Stored data
-*-*-

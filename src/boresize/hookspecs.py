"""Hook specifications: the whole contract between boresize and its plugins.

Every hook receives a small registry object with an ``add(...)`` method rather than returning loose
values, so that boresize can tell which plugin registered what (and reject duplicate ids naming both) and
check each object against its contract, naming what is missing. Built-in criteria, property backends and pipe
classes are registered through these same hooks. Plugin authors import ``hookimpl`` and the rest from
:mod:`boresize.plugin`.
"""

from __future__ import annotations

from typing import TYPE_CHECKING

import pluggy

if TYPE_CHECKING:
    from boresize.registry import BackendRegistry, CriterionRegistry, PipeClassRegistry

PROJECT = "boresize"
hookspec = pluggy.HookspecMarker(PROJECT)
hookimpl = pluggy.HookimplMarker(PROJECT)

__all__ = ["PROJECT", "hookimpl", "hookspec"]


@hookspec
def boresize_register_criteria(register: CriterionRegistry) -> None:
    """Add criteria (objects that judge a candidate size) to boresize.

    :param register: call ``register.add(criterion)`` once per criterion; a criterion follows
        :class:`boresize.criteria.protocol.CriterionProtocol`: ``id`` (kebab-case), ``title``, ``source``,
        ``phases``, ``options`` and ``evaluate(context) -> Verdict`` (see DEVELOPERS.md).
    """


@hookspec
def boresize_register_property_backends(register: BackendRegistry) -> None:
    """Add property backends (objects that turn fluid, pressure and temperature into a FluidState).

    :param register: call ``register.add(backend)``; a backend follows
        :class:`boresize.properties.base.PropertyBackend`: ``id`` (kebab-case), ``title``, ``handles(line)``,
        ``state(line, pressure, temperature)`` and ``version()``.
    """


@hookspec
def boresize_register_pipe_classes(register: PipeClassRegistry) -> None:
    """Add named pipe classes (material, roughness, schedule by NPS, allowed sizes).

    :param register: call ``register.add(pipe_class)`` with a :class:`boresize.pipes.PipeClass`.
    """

-*-*-

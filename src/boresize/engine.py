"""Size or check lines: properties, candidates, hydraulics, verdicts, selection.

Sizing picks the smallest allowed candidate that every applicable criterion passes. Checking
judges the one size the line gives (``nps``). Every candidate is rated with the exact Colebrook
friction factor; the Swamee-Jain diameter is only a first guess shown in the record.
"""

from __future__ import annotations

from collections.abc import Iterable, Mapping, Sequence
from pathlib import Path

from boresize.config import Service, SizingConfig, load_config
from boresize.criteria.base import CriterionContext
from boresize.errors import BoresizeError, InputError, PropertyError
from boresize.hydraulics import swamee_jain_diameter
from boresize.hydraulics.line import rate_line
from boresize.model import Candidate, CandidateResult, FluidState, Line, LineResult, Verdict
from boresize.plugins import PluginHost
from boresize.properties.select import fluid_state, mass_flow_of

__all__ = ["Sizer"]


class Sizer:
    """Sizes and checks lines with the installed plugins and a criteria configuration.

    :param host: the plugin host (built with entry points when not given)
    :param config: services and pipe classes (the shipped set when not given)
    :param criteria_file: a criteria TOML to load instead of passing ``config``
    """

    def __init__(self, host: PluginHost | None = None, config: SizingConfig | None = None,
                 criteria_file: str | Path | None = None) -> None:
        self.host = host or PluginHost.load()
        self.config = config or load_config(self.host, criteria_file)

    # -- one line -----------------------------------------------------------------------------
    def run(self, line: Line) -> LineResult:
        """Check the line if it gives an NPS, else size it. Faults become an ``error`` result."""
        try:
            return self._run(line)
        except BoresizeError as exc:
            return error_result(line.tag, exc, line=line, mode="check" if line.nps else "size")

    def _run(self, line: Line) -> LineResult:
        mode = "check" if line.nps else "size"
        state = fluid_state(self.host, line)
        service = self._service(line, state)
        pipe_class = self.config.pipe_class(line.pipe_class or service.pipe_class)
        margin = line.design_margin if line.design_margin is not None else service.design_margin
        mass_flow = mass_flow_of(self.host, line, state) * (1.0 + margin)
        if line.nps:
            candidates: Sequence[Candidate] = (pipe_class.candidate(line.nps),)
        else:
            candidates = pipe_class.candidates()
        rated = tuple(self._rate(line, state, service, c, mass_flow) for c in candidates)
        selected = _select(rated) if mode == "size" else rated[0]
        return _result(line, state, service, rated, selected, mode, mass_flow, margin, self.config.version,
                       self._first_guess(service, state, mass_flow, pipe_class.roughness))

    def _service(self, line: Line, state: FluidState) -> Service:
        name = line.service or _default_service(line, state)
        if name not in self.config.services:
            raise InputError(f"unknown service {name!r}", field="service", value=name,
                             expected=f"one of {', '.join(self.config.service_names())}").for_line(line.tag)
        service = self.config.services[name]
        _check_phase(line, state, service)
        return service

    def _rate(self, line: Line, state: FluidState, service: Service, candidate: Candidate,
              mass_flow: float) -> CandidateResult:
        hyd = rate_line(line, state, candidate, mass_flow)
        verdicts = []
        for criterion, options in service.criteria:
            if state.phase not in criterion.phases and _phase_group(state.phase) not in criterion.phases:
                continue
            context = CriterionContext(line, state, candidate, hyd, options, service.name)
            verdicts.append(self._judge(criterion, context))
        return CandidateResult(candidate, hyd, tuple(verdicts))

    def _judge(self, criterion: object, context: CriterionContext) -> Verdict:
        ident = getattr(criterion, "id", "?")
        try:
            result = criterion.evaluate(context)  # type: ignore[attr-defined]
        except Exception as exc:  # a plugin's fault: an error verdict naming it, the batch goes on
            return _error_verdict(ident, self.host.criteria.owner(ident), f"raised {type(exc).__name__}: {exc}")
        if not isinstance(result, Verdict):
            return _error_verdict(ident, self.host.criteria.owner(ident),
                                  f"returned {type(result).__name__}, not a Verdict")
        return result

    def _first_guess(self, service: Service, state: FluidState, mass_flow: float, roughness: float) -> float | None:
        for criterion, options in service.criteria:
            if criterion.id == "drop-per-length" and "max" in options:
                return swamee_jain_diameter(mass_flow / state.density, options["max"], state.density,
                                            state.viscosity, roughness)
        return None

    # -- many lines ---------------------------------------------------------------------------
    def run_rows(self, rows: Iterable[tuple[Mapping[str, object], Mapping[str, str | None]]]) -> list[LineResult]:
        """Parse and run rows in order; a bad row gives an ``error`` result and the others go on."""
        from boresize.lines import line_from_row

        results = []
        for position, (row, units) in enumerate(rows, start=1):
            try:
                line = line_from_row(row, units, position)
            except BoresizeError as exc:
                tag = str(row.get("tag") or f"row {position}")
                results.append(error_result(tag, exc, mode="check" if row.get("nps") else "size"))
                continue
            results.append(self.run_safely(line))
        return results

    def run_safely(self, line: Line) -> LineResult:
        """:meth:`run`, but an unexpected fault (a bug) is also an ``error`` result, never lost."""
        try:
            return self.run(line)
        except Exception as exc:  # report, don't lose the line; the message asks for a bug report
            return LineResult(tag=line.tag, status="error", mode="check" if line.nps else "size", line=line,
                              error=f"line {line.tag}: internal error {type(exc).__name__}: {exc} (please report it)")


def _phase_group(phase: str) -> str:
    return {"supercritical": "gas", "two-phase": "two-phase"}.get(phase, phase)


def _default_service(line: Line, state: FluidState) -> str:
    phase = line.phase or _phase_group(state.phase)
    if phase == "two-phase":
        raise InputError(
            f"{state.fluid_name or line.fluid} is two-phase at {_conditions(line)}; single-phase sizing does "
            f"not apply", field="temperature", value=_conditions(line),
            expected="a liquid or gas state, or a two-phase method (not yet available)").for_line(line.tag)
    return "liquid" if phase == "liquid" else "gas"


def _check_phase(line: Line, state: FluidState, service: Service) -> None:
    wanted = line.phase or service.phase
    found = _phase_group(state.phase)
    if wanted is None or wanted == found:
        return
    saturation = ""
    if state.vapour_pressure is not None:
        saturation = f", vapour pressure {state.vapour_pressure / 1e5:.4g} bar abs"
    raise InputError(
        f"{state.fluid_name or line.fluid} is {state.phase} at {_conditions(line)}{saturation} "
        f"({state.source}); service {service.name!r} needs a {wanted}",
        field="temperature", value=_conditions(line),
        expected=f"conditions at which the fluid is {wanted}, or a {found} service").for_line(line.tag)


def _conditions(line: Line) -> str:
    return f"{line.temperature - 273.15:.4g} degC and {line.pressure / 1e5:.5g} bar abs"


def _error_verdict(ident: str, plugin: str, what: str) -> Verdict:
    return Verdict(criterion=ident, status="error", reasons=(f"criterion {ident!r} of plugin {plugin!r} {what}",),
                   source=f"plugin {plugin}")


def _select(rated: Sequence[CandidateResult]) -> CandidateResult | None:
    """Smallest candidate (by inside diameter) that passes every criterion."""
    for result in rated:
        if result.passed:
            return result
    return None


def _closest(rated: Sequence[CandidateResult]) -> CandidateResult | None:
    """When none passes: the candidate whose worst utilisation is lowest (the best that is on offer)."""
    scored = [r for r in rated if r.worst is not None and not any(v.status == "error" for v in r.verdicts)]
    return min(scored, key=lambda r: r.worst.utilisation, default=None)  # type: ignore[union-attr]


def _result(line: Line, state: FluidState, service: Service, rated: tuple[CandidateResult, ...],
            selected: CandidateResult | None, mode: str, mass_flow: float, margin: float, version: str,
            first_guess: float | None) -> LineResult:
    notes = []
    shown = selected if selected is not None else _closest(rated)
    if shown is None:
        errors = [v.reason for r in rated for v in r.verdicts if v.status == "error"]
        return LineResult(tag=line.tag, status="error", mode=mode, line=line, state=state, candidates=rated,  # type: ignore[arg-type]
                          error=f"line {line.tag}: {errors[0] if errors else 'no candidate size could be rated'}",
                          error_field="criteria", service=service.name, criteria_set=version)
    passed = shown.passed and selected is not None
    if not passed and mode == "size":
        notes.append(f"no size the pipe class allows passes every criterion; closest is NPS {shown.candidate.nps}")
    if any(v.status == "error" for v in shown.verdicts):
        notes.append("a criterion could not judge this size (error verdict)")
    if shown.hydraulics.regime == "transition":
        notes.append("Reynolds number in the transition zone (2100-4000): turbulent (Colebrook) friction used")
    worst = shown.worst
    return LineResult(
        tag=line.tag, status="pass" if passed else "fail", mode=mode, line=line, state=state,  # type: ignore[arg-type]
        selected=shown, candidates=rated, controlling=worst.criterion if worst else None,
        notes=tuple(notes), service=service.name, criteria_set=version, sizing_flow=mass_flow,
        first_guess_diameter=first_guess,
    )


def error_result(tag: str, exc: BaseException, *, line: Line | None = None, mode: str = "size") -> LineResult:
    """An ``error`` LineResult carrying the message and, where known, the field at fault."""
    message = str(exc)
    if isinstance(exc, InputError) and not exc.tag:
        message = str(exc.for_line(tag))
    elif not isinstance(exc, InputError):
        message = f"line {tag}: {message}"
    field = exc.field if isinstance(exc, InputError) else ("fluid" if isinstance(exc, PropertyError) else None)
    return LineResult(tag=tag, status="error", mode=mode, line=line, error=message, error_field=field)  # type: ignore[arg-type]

-*-*-

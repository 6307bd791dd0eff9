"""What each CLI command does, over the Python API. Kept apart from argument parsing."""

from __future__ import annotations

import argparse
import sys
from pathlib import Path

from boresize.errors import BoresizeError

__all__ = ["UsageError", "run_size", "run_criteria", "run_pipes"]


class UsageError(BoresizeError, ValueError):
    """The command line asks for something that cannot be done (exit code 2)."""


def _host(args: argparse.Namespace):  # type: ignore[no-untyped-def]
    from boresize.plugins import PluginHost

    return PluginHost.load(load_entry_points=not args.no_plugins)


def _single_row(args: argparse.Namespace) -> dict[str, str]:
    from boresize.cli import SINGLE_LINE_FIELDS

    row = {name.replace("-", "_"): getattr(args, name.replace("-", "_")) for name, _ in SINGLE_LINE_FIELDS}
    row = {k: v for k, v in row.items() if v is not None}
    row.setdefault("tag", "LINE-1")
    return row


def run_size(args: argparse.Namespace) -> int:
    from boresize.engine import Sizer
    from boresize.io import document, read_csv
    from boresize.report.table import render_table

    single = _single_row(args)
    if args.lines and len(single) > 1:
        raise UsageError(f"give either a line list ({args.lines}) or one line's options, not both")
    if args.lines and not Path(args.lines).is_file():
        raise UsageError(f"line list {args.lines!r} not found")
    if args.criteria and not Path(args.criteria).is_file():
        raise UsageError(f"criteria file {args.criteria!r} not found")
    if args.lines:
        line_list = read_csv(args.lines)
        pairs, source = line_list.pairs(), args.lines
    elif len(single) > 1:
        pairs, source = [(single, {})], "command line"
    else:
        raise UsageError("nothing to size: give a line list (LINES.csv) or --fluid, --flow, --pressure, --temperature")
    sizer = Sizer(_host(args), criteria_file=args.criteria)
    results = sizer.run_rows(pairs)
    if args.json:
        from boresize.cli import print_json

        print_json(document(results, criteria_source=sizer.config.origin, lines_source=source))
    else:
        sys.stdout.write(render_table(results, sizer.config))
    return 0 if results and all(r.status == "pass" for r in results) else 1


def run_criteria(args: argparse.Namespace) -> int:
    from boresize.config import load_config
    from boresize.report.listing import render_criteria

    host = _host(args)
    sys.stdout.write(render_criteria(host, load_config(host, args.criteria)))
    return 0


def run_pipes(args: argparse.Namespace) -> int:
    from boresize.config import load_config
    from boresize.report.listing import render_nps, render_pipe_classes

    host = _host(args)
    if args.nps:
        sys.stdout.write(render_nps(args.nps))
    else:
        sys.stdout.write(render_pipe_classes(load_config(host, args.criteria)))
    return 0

-*-*-

→ WORK ITEM:
Reproduce verbatim the lines above, from the line with "filename src/boresize/hookspecs.py" through the line with "hookimpl = pluggy.HookimplMarker(PROJECT)".

→ EXERCISE ANSWER:
filename src/boresize/hookspecs.py
"""Hook specifications: the whole contract between boresize and its plugins.

Every hook receives a small registry object with an ``add(...)`` method rather than returning loose
values, so that boresize can tell which plugin registered what (and reject duplicate ids naming both) and
check each object against its contract, naming what is missing. Built-in criteria, property backends and pipe
classes are registered through these same hooks. Plugin authors import ``hookimpl`` and the rest from
:mod:`boresize.plugin`.
"""

from __future__ import annotations

from typing import TYPE_CHECKING

import pluggy

if TYPE_CHECKING:
    from boresize.registry import BackendRegistry, CriterionRegistry, PipeClassRegistry

PROJECT = "boresize"
hookspec = pluggy.HookspecMarker(PROJECT)
hookimpl = pluggy.HookimplMarker(PROJECT)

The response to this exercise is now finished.